Summary

In this chapter, we finally shifted our focus away from the backend and towards the frontend – getting an in-depth look at ways we can bind our data to the user interface. Of course, users can interact with data in numerous ways, but by far the most common is through a ListView.

ListViews and ListActivities are convenient classes which allow us to bind ListAdapters to the Activity and subsequently to the list layouts, handling events such as when a user touches a row in the list. ListAdapters are then classes which take in the underlying data and handle the binding process for you – namely, that as your list scrolls up and down you don't need to keep track of the position in the list; all that is done for you behind the scenes. Instead, all you need to do is choose which ListAdapter to use depending on the type of underlying data you have, and specify how you want the binding to occur.

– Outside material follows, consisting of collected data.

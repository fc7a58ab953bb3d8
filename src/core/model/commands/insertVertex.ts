import type { ImagePx, ProjectDoc } from '../projectDoc';
import { updateHorizon } from './updateHorizon';

/**
 * Returns the document with a vertex inserted before index i (0..n); projected runs spanning the new vertex
 * grow to include it, and cuts by faults at or after i move up one (a vertex inserted at a cut ends the piece before it).
 */
export function insertVertex(doc: ProjectDoc, horizonId: string, i: number, p: ImagePx): ProjectDoc {
  return updateHorizon(doc, horizonId, (h) => {
    if (i < 0 || i > h.pointsPx.length) return h;
    const pointsPx = h.pointsPx.slice();
    pointsPx.splice(i, 0, [p[0], p[1]]);
    // A run [a, b] with a < i <= b contains the split segment, so it keeps covering both halves.
    const projected = h.projected.map(([a, b]): [number, number] => [a >= i ? a + 1 : a, b >= i ? b + 1 : b]);
    const joins = h.joins.map((j) => (j.at >= i ? { ...j, at: j.at + 1 } : j));
    return { ...h, pointsPx, projected, joins };
  });
}
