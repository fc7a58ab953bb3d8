import type { DocFault, ProjectDoc } from '../projectDoc';

/** Returns the document with one fault replaced by `change(fault)`; the same document when the id is unknown or nothing changed. */
export function updateFault(doc: ProjectDoc, faultId: string, change: (f: DocFault) => DocFault): ProjectDoc {
  const i = doc.faults.findIndex((f) => f.id === faultId);
  if (i < 0) return doc;
  const next = change(doc.faults[i]);
  if (next === doc.faults[i]) return doc;
  const faults = doc.faults.slice();
  faults[i] = next;
  return { ...doc, faults };
}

Equipped with these ListAdapters, we were able to recreate a stripped-down version of our contact list and, more importantly, were given a taste for all of the ways we could take our data and display it in interactive, beautiful ways.

We finished off the chapter thinking about the use cases between each subclass of ListAdapters (seeing in total three different subclasses, the CursorAdapter, the BaseAdapter, and lastly the ArrayAdapter) and again, the hope is to build intuition into both the backend and frontend application design process.

In the next chapter, we'll continue our brainstorming and try to pull together everything that we've seen – walking through a handful of practical examples and discussing ways we could design our backend and frontend to implement those examples.